Гараев снова мечтал. Все эти дни он думал о том, как из столичной газеты приедет поездом корреспондент и наведет здесь порядок — в десятом классе Григорий с восхищением читал такие статьи. Письмо с просьбой не присылать ответ в фирменном редакционном конверте он бросил в поселковый почтовый ящик, когда роту водили в баню. И после этого сам заметил, как стал чувствовать себя увереннее.
— А ну-ка, дай вилку! — раздался голос Мальшукова.
Повар провел по вилке пальцем — и Гараев едва уклонился: та налетела на дверной косяк и зазвенела по бетонному полу. А в окошке появилось интеллигентное лицо сер — жанта Аристова.
— Слушай, ты, квелый, если не перемоешь всю посуду заново, я тебя здесь похороню. Ты меня понял?
И тут Гараев как отключился: дрожащими руками он схватил стопку алюминиевых тарелок и почти без размаха швырнул ее в окошко. Тарелки с грохотом влетели на кухню, там послышались чуть ли не радостные голоса и топот ног. А Григорий вдруг резко затих, вытер руки о подменку и стал у печки — вовремя: распахнулась дверь, и санинструктор прыгнул с высокого порога в посудомойку. Первый удар пришелся чуть пониже плеча, а второй достался сержанту. Затем Гараев неумело, обеими руками двинул его по плечам — и тот стремительно и косо съехал спиной по стеллажу на сырой пол. Григорий, не давая врагу опомниться, навалился сверху…

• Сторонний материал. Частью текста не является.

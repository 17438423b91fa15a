// Plates as artworks: the generator's layers become artworks whose revision 1 is the exact
// vector (origin 'generated': no source, prepared bitmap or raw outline), measured from the
// stored SVG by the same measurement code as any vector, and reviewed like any artwork.
// A plate with a background is one layered artwork (background and numerals as colour layers,
// in register with registration marks, as the multi-colour work stores a traced decal).
import { randomUUID } from 'node:crypto'
import sharp from 'sharp'
import { createRequire } from 'node:module'
import type { z } from 'zod'
import type { plateRequestSchema } from '../../shared/plates/schemas'
import type { Measurements, StageTimings } from '../../shared/types/pipeline'
import type { CreatedPlate, PlateFacts, PlateLayerFigures, PlateLayerRole, PlatePreview } from '../../shared/types/plates'
import type { RevisionColour } from '../../shared/types/layers'
import type { PlateColour } from '../../shared/plates/profiles'
import { fieldError } from '../platform/http'
import { inTransaction, type Db } from '../platform/db'
import { contentHash } from '../platform/object-store'
import type { Actor, TeamSubject } from '../policy'
import { audit, by } from '../history/service'
import { abandonClaim, claimAndStore, settleClaim } from '../artworks/objects'
import { ENGINE_VERSIONS_BASE } from '../pipeline/versions'
import { DEFAULT_PLATE_FONT_ID, PLATE_FONTS, loadPlateFont } from './font'
import { PLATE_COLOUR_HEX, PlateRequestError, framePlate, generatePlate, type GeneratedPlate } from './generate'
import { marksCut } from '../pipeline/colour/marks'
import { measureLayer, type LayerMeasurements } from './measure'
import { chosenProfile, findRuleProfile, resolveProfile, type RuleProfileRow } from './queries'
import { plateFontChoices } from './service'

const require = createRequire(import.meta.url)
const OPENTYPE_VERSION = (require('opentype.js/package.json') as { version: string }).version

type PlateInput = z.output<typeof plateRequestSchema>
interface Team extends TeamSubject { number: string | null }

async function profileFor(db: Db, actor: Actor, input: PlateInput): Promise<RuleProfileRow> {
  const row = input.profileId ? await findRuleProfile(db, actor.programId, input.profileId) : await chosenProfile(db, actor.programId)
  if (!row) {
    throw input.profileId
      ? fieldError(400, 'Please check the form: choose one of the program\'s rule profiles.', 'profileId', 'No such profile.')
      : fieldError(409, 'The program has no rule profile yet: a mentor chooses one on the rules page.', 'profileId', 'Choose a profile.')
  }
  return row
}

/** The plate as asked; a request the rules or the font cannot meet is a 422 beside its field. */
async function generate(db: Db, actor: Actor, team: Team, input: PlateInput): Promise<{ plate: GeneratedPlate; row: RuleProfileRow }> {
  const row = await profileFor(db, actor, input)
  const profile = resolveProfile(row)
  if (!profile) throw fieldError(409, 'This profile\'s preset is no longer shipped: choose another.', 'profileId')
  const teamNumber = input.teamNumber || team.number
  if (!teamNumber) throw fieldError(422, 'The team has no number yet: give one here, or a mentor sets it on the team.', 'teamNumber', 'Give the team number.')
  const fontId = input.fontId ?? DEFAULT_PLATE_FONT_ID
  if (!PLATE_FONTS.some((f) => f.id === fontId)) throw fieldError(400, 'Please check the form: choose one of the shipped fonts.', 'fontId', 'No such font.')
  try {
    const plate = generatePlate({
      teamNumber, profile, font: loadPlateFont(fontId), numeralHeightMm: input.numeralHeightMm, marginMm: input.marginMm,
      numeralColour: input.numeralColour, background: input.backgroundColour ? { colour: input.backgroundColour } : undefined,
    })
    return { plate, row }
  } catch (err) {
    if (!(err instanceof PlateRequestError)) throw err
    const field = /height|tall/i.test(err.message) ? 'numeralHeightMm' : /margin/i.test(err.message) ? 'marginMm'
      : /background/i.test(err.message) ? 'backgroundColour' : /numeral/i.test(err.message) ? 'numeralColour' : 'teamNumber'
    throw fieldError(422, err.message, field)
  }
}

export async function previewPlate(db: Db, actor: Actor, team: Team, input: PlateInput): Promise<PlatePreview> {
  const { plate, row } = await generate(db, actor, team, input)
  return {
    teamNumber: plate.teamNumber, profileId: row.id, widthMm: plate.widthMm, heightMm: plate.heightMm,
    numeralHeightMm: plate.numeralHeightMm, marginMm: plate.marginMm, grown: plate.grown,
    font: plateFontChoices().find((f) => f.id === plate.font.id)!,
    layers: plate.layers.map((l) => ({ role: l.role, colour: l.colour, svg: l.svg })),
  }
}

/** The revision's measurements in the pipeline's shape; what a traced revision has and this one has not is stated, not invented. */
function asMeasurements(m: LayerMeasurements): Measurements {
  return {
    widthMm: m.widthMm, heightMm: m.heightMm, inkAreaMm2: m.inkAreaMm2, cutLengthMm: m.cutLengthMm,
    pieces: m.pieces, holes: m.holes, nodes: m.nodes, narrowestFeatureMm: m.narrowestFeatureMm,
    smallPieces: m.smallPieces, smallPieceLimitMm2: m.smallPieceLimitMm2,
    // No prepared bitmap: the vector is exact, so it matches itself; no threshold was used.
    fidelity: 1, threshold: 0, pxPerMm: m.strokePxPerMm, preparedWidthPx: 0, preparedHeightPx: 0,
  }
}

const figures = (m: LayerMeasurements): PlateLayerFigures =>
  ({ tallestPieceMm: m.tallestPieceMm, marginMm: m.marginMm, strokeMm: m.narrowestFeatureMm, strokePxPerMm: m.strokePxPerMm })

const plateTitle = (n: string, layers: { role: string; colour: string }[]) => {
  const numerals = layers.find((l) => l.role === 'numerals')!, under = layers.find((l) => l.role === 'background')
  return `Plate ${n}: ${numerals.colour} numerals${under ? ` on ${under.colour}` : ''}`
}

const ENGINE_VERSIONS = () => ({ ...ENGINE_VERSIONS_BASE, potrace: 'not used', sharp: sharp.versions.sharp ?? '', vips: sharp.versions.vips, opentype: OPENTYPE_VERSION })

/** The whole decal's measurements from its layers': sums, and the least of the narrowest strokes. */
function totalOf(layers: LayerMeasurements[], widthMm: number, heightMm: number, pxPerMm: number): Measurements {
  const sum = (f: (m: LayerMeasurements) => number) => layers.reduce((a, m) => a + f(m), 0)
  const strokes = layers.map((m) => m.narrowestFeatureMm).filter((v): v is number => v !== null)
  return {
    ...asMeasurements(layers[0]!),
    widthMm, heightMm, inkAreaMm2: sum((m) => m.inkAreaMm2), cutLengthMm: sum((m) => m.cutLengthMm),
    pieces: sum((m) => m.pieces), holes: sum((m) => m.holes), nodes: sum((m) => m.nodes), smallPieces: sum((m) => m.smallPieces),
    narrowestFeatureMm: strokes.length ? Math.min(...strokes) : null, pxPerMm,
  }
}

interface StoredLayer { role: PlateLayerRole; colour: PlateColour; hex: string; bytes: Uint8Array; key: string; measured: LayerMeasurements }

const vectorFile = (svg: string) => {
  const bytes = new TextEncoder().encode(svg)
  return { bytes, key: `vector/${contentHash(bytes)}.svg` }
}

/**
 * Makes the plate's artwork with revision 1 in one transaction: with a background, one layered
 * revision (background bottom, numerals top, registration marks round the plate), stored like
 * a traced layered revision: the stacked vector as the revision's, a clean vector per layer,
 * revision_layer rows without prepared bitmap or raw outline. Numerals alone stay one colour.
 * Every figure is measured from the stored vectors. The caller has found the team and checked
 * `artwork.upload` in it.
 */
export async function createPlateArtworks(db: Db, actor: Actor, team: Team, input: PlateInput): Promise<CreatedPlate> {
  const t0 = performance.now()
  const { plate, row } = await generate(db, actor, team, input)
  const layered = plate.layers.length > 1
  const framed = layered ? framePlate(plate) : null
  const generatedMs = performance.now() - t0
  const t1 = performance.now()
  const stored: StoredLayer[] = []
  for (const [i, l] of plate.layers.entries()) {
    const svg = framed ? framed.layers[i]!.svg : l.svg
    // Measured from the SVG as stored, not taken from the generator: on a layered plate, the
    // ink inside the plate (the marks lie outside it).
    const box = framed?.plateBox
    const measured = await measureLayer(svg, box ? { within: { minX: box.x0, minY: box.y0, maxX: box.x1, maxY: box.y1 } } : {})
    stored.push({ role: l.role, colour: l.colour, hex: PLATE_COLOUR_HEX[l.colour], ...vectorFile(svg), measured })
  }
  const whole = framed ? vectorFile(framed.stackedSvg) : { bytes: stored[0]!.bytes, key: stored[0]!.key }
  const measureMs = performance.now() - t1
  const files = [whole, ...(framed ? stored : [])]
  const claim = await claimAndStore(db, files.map((f) => ({ key: f.key, bytes: f.bytes, type: 'image/svg+xml' })))
  const group = randomUUID()
  const numerals = stored.find((l) => l.role === 'numerals')!
  const layers = stored.map((l, position) => ({ position, role: l.role, colour: l.colour }))
  const widthMm = framed ? framed.frame.widthMm : numerals.measured.widthMm
  const heightMm = framed ? framed.frame.heightMm : numerals.measured.heightMm
  try {
    return await inTransaction(db, async (trx) => {
      const title = plateTitle(plate.teamNumber, layers)
      const artwork = await trx.insertInto('artwork').values({ team_id: team.teamId, title, author_id: actor.id }).returning('id').executeTakeFirstOrThrow()
      const facts: PlateFacts = {
        group, role: 'numerals', colour: numerals.colour, teamNumber: plate.teamNumber,
        profile: { id: row.id, name: row.name, key: plate.profileKey }, font: plate.font,
        numeralHeightMm: plate.numeralHeightMm, marginMm: plate.marginMm, cornerRadiusMm: plate.cornerRadiusMm,
        measured: { ...figures(numerals.measured), plateWidthMm: numerals.measured.widthMm, plateHeightMm: numerals.measured.heightMm },
        ...(framed ? { layers } : {}),
      }
      const colour: RevisionColour | null = framed
        ? {
            sentence: `${stored.length} colours: ${stored.map((l) => `${l.colour} ${l.role}`).join(' under ')}`,
            inks: stored.map((l) => ({ name: `${l.colour} ${l.role}`, hex: l.hex, share: l.measured.inkAreaMm2 / (plate.widthMm * plate.heightMm) })),
            stack: framed.stack, marks: framed.frame.marks.length > 0,
          }
        : null
      const timings: StageTimings = { prepareMs: 0, traceMs: 0, cleanMs: generatedMs, measureMs, totalMs: generatedMs + measureMs }
      const measurements = framed ? totalOf(stored.map((l) => l.measured), widthMm, heightMm, numerals.measured.strokePxPerMm) : asMeasurements(numerals.measured)
      const rev = await trx.insertInto('revision').values({
        artwork_id: artwork.id, number: 1, origin: 'generated', source_id: null, prepared_key: null, outline_key: null, vector_key: whole.key,
        settings: JSON.stringify({}), width_mm: widthMm, height_mm: heightMm, drawing_width_mm: plate.widthMm,
        measurements: JSON.stringify(measurements), timings: JSON.stringify(timings), engine_versions: JSON.stringify(ENGINE_VERSIONS()),
        plate: JSON.stringify(facts), author_id: actor.id,
        ...(framed ? { layer_count: stored.length, colour: JSON.stringify(colour) } : {}),
      }).returning('id').executeTakeFirstOrThrow()
      if (framed) {
        // The marks are outside each layer's measured ink, yet cut on its sheet beside it.
        const marks = marksCut(framed.frame)
        await trx.insertInto('revision_layer').values(stored.map((l, position) => {
          const { threshold: _, ...m } = asMeasurements(l.measured)
          return { revision_id: rev.id, position, name: `${l.colour} ${l.role}`, hex: l.hex, prepared_key: null, outline_key: null, vector_key: l.key, measurements: JSON.stringify({ ...m, marks }) }
        })).execute()
      }
      await audit(trx, {
        ...by(actor), action: 'generate-plate', subject: 'artwork', subjectId: artwork.id,
        detail: { title, revision: 1, teamNumber: plate.teamNumber, profile: row.name, role: layers.map((l) => l.role).join(' and '), colour: layers.map((l) => l.colour).join(' and ') },
      })
      await settleClaim(trx, claim)
      return { group, artworks: [{ artworkId: artwork.id, revisionId: rev.id, title, layers: layers.map(({ role, colour }) => ({ role, colour })) }] }
    })
  } catch (err) {
    await abandonClaim(db, claim)
    throw err
  }
}
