// One sheet per file: ?sheet=N picks it (default 1); the batch page lists how many there are.
export default batchSheetHandler('svg')
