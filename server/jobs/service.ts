// The cut queue: jobs from placements, reprints, recuts and edits; their cut sheets; and
// queued → cut → applied, or queued → cancelled, or a failed cut that queues a recut.
import { createError } from 'h3'
import type { Transaction, Updateable } from 'kysely'
import { z } from 'zod'
import type { Database, JobTable } from '../db/schema'
import type { Page } from '#shared/types/api'
import type { Film } from '#shared/types/films'
import type { JobDetail, JobKind, JobStock, JobView } from '#shared/types/robots'
import { CUT_FAILURE_LABELS } from '#shared/types/robots'
import type { jobFailureSchema, jobStateSchema } from '#shared/utils/schemas'
import { cutPerCopy, estimateCutSeconds, formatDuration, MOVE_ALLOWANCE_S, type MarksCut } from '#shared/utils/cut-time'
import { defaultMarksCut } from '../pipeline/colour/mark-shape'
import { forecastSheets } from '#shared/films/stock'
import { decodeCursor, pageOf } from '../platform/cursor'
import { inTransaction, type Db } from '../platform/db'
import { absoluteUrl, queueMail } from '../platform/mail'
import { fileSlug } from '../platform/file-names'
import { fieldError } from '../platform/http'
import { flags, type Actor } from '../policy'
import { audit, by, historyOf } from '../history/service'
import { newJobMail, newJobsMail, type ListedJob } from '../mail/templates'
import { notUsableBecause, takeSheets, toFilm } from '../films/service'
import { filmOfProgram, filmsOfProgram } from '../films/queries'
import { DEFAULT_SHEET, defaultSheetCount, keptOrQueued, sheetLayout, type SheetAnswer, type SheetOptions } from './sheets'
import { findJob, jobPage, layerFilmsOfPlacement, operatorEmails, queuedSheetInputs, type JobFilter, type JobRow } from './queries'

export interface NewJob {
  placementId: number
  filmId: number
  kind: JobKind
  quantity: number
  /** The width the copies are cut at. */
  widthMm: number
  reason: string
  /** The failed job a recut replaces. */
  recutOf?: number
  /** Of a layered decal: only this layer (a damaged layer's reprint, a recut); every layer when left out. */
  layer?: number
  /** The order a recut joins (its failed job's); a new order when left out. */
  orderId?: number
  /** What the job is for, for the history and the operators' mail. */
  teamId: number
  robotId: number
  robotName: string
  title: string
  spot: string
}

const QUEUE_ACTION = { initial: 'queue-job', reprint: 'reprint', recut: 'recut', extra: 'queue-extra' } as const

/** The database refuses a job on film that may not be cut (the film_cleared key): said in words. */
export function refusedFilm(err: unknown): never {
  const e = err as { code?: string; constraint?: string; message?: string }
  if ((e.code === '23503' && /_film_cleared$/.test(e.constraint ?? '')) || /film_cleared/.test(e.message ?? '')) {
    throw createError({ statusCode: 422, message: 'This film may not be cut: its polymer is never allowed, or needs the lab\'s approval first. See the film\'s page.' })
  }
  throw err
}

/** A job just queued, with what the operators' mail says of it. */
interface QueuedJob { id: number; title: string; film: string; layer: ListedJob['layer'] }

/** One cut just queued: what was asked, and its jobs (one per layer of a layered decal). */
interface QueuedCut { cut: NewJob; jobs: QueuedJob[] }
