// Every API route, asked by everyone (signed out, student, designer, operator, mentor) about
// things of their own team, of another team and of another program, answers with the status
// the policy (server/policy) decides: 401 signed out, 403 for a role that may not act, 404
// for things outside the actor's scope, and otherwise gets past the guards. Allowed requests
// carry an invalid body wherever the route validates after its guards, so they change nothing.
import { readdirSync, statSync } from 'node:fs'
import path from 'node:path'
import { beforeAll, describe, expect, it } from 'vitest'
import { sql } from 'kysely'
import { can, canFollowWork, type Actor, type TeamSubject, type WorkSubject } from '../../server/policy'
import { loadActor } from '../../server/auth/service'
import { newToken } from '../../server/platform/tokens'
import type { ProgramAction, TeamAction } from '../../shared/types/policy'
import { ApiClient, signedIn, type Reply } from '../support/client'
import { testDb } from '../support/db'
import { DEMO_ACCOUNTS, DEMO_PASSWORD } from '../support/demo'
import { addArtwork, addRobot, buildProgram } from '../support/fixtures'
import { drawing } from '../support/images'
import { makeUser } from '../support/people'
import { uploadArtwork } from '../support/upload'
import { copyProfile, presetProfile } from '../../shared/plates/profiles'
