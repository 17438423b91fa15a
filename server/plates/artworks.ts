// Plates as artworks: the generator's layers become artworks whose revision 1 is the exact
// vector (origin 'generated': no source, prepared bitmap or raw outline), measured from the
// stored SVG by the same measurement code as any vector, and reviewed like any artwork.
// Multi-colour artworks are not built yet, so a plate is one single-colour artwork per layer
// (background and numerals), tied together by a group id in each revision's plate facts.
import { randomUUID } from 'node:crypto'
import sharp from 'sharp'
import { createRequire } from 'node:module'
import type { z } from 'zod'
import type { plateRequestSchema } from '../../shared/plates/schemas'
import type { Measurements, StageTimings } from '../../shared/types/pipeline'
import type { CreatedPlate, PlateFacts, PlateLayerFigures, PlatePreview } from '../../shared/types/plates'
import { fieldError } from '../platform/http'
import { inTransaction, type Db } from '../platform/db'
import { contentHash } from '../platform/object-store'
import type { Actor, TeamSubject } from '../policy'
import { audit, by } from '../history/service'
import { abandonClaim, claimAndStore, settleClaim } from '../artworks/objects'
import { ENGINE_VERSIONS_BASE } from '../pipeline/versions'
import { DEFAULT_PLATE_FONT_ID, PLATE_FONTS, loadPlateFont } from './font'
import { PlateRequestError, generatePlate, type GeneratedPlate } from './generate'
import { measureLayer, type LayerMeasurements } from './measure'
import { chosenProfile, findRuleProfile, resolveProfile, type RuleProfileRow } from './queries'
import { plateFontChoices } from './service'

const require = createRequire(import.meta.url)
const OPENTYPE_VERSION = (require('opentype.js/package.json') as { version: string }).version

type PlateInput = z.output<typeof plateRequestSchema>
interface Team extends TeamSubject { number: string | null }

async function profileFor(db: Db, actor: Actor, input: PlateInput): Promise<RuleProfileRow> {
  const row = input.profileId ? await findRuleProfile(db, actor.programId, input.profileId) : await chosenProfile(db, actor.programId)
  if (!row) {
    throw input.profileId
      ? fieldError(400, 'Please check the form: choose one of the program\'s rule profiles.', 'profileId', 'No such profile.')
      : fieldError(409, 'The program has no rule profile yet: a mentor chooses one on the rules page.', 'profileId', 'Choose a profile.')
  }
  return row
}

/** The plate as asked; a request the rules or the font cannot meet is a 422 beside its field. */
async function generate(db: Db, actor: Actor, team: Team, input: PlateInput): Promise<{ plate: GeneratedPlate; row: RuleProfileRow }> {
  const row = await profileFor(db, actor, input)
  const profile = resolveProfile(row)
  if (!profile) throw fieldError(409, 'This profile\'s preset is no longer shipped: choose another.', 'profileId')
  const teamNumber = input.teamNumber || team.number
  if (!teamNumber) throw fieldError(422, 'The team has no number yet: give one here, or a mentor sets it on the team.', 'teamNumber', 'Give the team number.')
  const fontId = input.fontId ?? DEFAULT_PLATE_FONT_ID
  if (!PLATE_FONTS.some((f) => f.id === fontId)) throw fieldError(400, 'Please check the form: choose one of the shipped fonts.', 'fontId', 'No such font.')
  try {
    const plate = generatePlate({
      teamNumber, profile, font: loadPlateFont(fontId), numeralHeightMm: input.numeralHeightMm, marginMm: input.marginMm,
      numeralColour: input.numeralColour, background: input.backgroundColour ? { colour: input.backgroundColour } : undefined,
    })
    return { plate, row }
  } catch (err) {
    if (!(err instanceof PlateRequestError)) throw err
    const field = /height|tall/i.test(err.message) ? 'numeralHeightMm' : /margin/i.test(err.message) ? 'marginMm'
      : /background/i.test(err.message) ? 'backgroundColour' : /numeral/i.test(err.message) ? 'numeralColour' : 'teamNumber'
    throw fieldError(422, err.message, field)
  }
}

export async function previewPlate(db: Db, actor: Actor, team: Team, input: PlateInput): Promise<PlatePreview> {
  const { plate, row } = await generate(db, actor, team, input)
  return {
    teamNumber: plate.teamNumber, profileId: row.id, widthMm: plate.widthMm, heightMm: plate.heightMm,
    numeralHeightMm: plate.numeralHeightMm, marginMm: plate.marginMm, grown: plate.grown,
    font: plateFontChoices().find((f) => f.id === plate.font.id)!,
    layers: plate.layers.map((l) => ({ role: l.role, colour: l.colour, svg: l.svg })),
  }
}

/** The revision's measurements in the pipeline's shape; what a traced revision has and this one has not is stated, not invented. */
function asMeasurements(m: LayerMeasurements): Measurements {
  return {
    widthMm: m.widthMm, heightMm: m.heightMm, inkAreaMm2: m.inkAreaMm2, cutLengthMm: m.cutLengthMm,
    pieces: m.pieces, holes: m.holes, nodes: m.nodes, narrowestFeatureMm: m.narrowestFeatureMm,
    smallPieces: m.smallPieces, smallPieceLimitMm2: m.smallPieceLimitMm2,
    // No prepared bitmap: the vector is exact, so it matches itself; no threshold was used.
    fidelity: 1, threshold: 0, pxPerMm: m.strokePxPerMm, preparedWidthPx: 0, preparedHeightPx: 0,
  }
}

const figures = (m: LayerMeasurements): PlateLayerFigures =>
  ({ tallestPieceMm: m.tallestPieceMm, marginMm: m.marginMm, strokeMm: m.narrowestFeatureMm, strokePxPerMm: m.strokePxPerMm })

const layerTitle = (n: string, role: string, colour: string) => `Plate ${n}: ${role === 'numerals' ? 'numerals' : 'background'} (${colour})`

/**
 * Makes the plate's artworks, each with revision 1, in one transaction. The caller has found
 * the team and checked `artwork.upload` in it.
 */
export async function createPlateArtworks(db: Db, actor: Actor, team: Team, input: PlateInput): Promise<CreatedPlate> {
  const t0 = performance.now()
  const { plate, row } = await generate(db, actor, team, input)
  const generatedMs = performance.now() - t0
  const enc = new TextEncoder()
  const layers: { layer: GeneratedPlate['layers'][number]; bytes: Uint8Array; key: string; measured: LayerMeasurements; measureMs: number }[] = []
  for (const l of plate.layers) {
    const bytes = enc.encode(l.svg)
    const t1 = performance.now()
    // Measured from the SVG as stored, not taken from the generator.
    const measured = await measureLayer(l.svg)
    layers.push({ layer: l, bytes, key: `vector/${contentHash(bytes)}.svg`, measured, measureMs: performance.now() - t1 })
  }
  const claim = await claimAndStore(db, layers.map((l) => ({ key: l.key, bytes: l.bytes, type: 'image/svg+xml' })))
  const group = randomUUID()
  try {
    return await inTransaction(db, async (trx) => {
      const out: CreatedPlate = { group, artworks: [] }
      for (const { layer, key, measured, measureMs } of layers) {
        const title = layerTitle(plate.teamNumber, layer.role, layer.colour)
        const artwork = await trx.insertInto('artwork').values({ team_id: team.teamId, title, author_id: actor.id }).returning('id').executeTakeFirstOrThrow()
        const facts: PlateFacts = {
          group, role: layer.role, colour: layer.colour, teamNumber: plate.teamNumber,
          profile: { id: row.id, name: row.name, key: plate.profileKey }, font: plate.font,
          numeralHeightMm: plate.numeralHeightMm, marginMm: plate.marginMm, cornerRadiusMm: plate.cornerRadiusMm,
          measured: figures(measured),
        }
        const timings: StageTimings = { prepareMs: 0, traceMs: 0, cleanMs: generatedMs, measureMs, totalMs: generatedMs + measureMs }
        const rev = await trx.insertInto('revision').values({
          artwork_id: artwork.id, number: 1, origin: 'generated', source_id: null, prepared_key: null, outline_key: null, vector_key: key,
          settings: JSON.stringify({}), width_mm: measured.widthMm, height_mm: measured.heightMm, drawing_width_mm: measured.widthMm,
          measurements: JSON.stringify(asMeasurements(measured)), timings: JSON.stringify(timings),
          engine_versions: JSON.stringify({ ...ENGINE_VERSIONS_BASE, potrace: 'not used', sharp: sharp.versions.sharp ?? '', vips: sharp.versions.vips, opentype: OPENTYPE_VERSION }),
          plate: JSON.stringify(facts), author_id: actor.id,
        }).returning('id').executeTakeFirstOrThrow()
        await audit(trx, {
          ...by(actor), action: 'generate-plate', subject: 'artwork', subjectId: artwork.id,
          detail: { title, revision: 1, teamNumber: plate.teamNumber, profile: row.name, role: layer.role, colour: layer.colour },
        })
        out.artworks.push({ artworkId: artwork.id, revisionId: rev.id, role: layer.role, colour: layer.colour, title })
      }
      await settleClaim(trx, claim)
      return out
    })
  } catch (err) {
    await abandonClaim(db, claim)
    throw err
  }
}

— Козел! — завизжал, судорожно подгибая колени, Аристов.
Гараев разжал пальцы, но тут же получил сильный удар по голове. И еще один. И еще. Не разгибаясь, он шагнул, проскользнул под рукой Мальшукова и бросился к выходу.
Когда по гулкому ночному трапу он подбегал к вечно пустующему контрольно-пропускному пункту, тот, кто догонял, показалось, вот-вот вцепится ему в погоны. Григорий рухнул поперек трапа, получил сапогом в бок — и преследователь кубарем перелетел через него. Вскочили разом — как по команде. И тут санинструктор еще раз было дернулся к нему, но уже нерешительно. Оба тяжело дышали и не поднимали рук, почти не видя друг друга в темноте. У крыльца кухни громко заговорили Мальшуков, Белоглазов и Джумахмедов. В голове Гараева мелькнуло: если что — сразу бежать прочь.
— Сейчас пойдешь на кухню стирать мою форму! — почти примирительно просвистел, словно сжимая горлом идущую ненависть, сержант.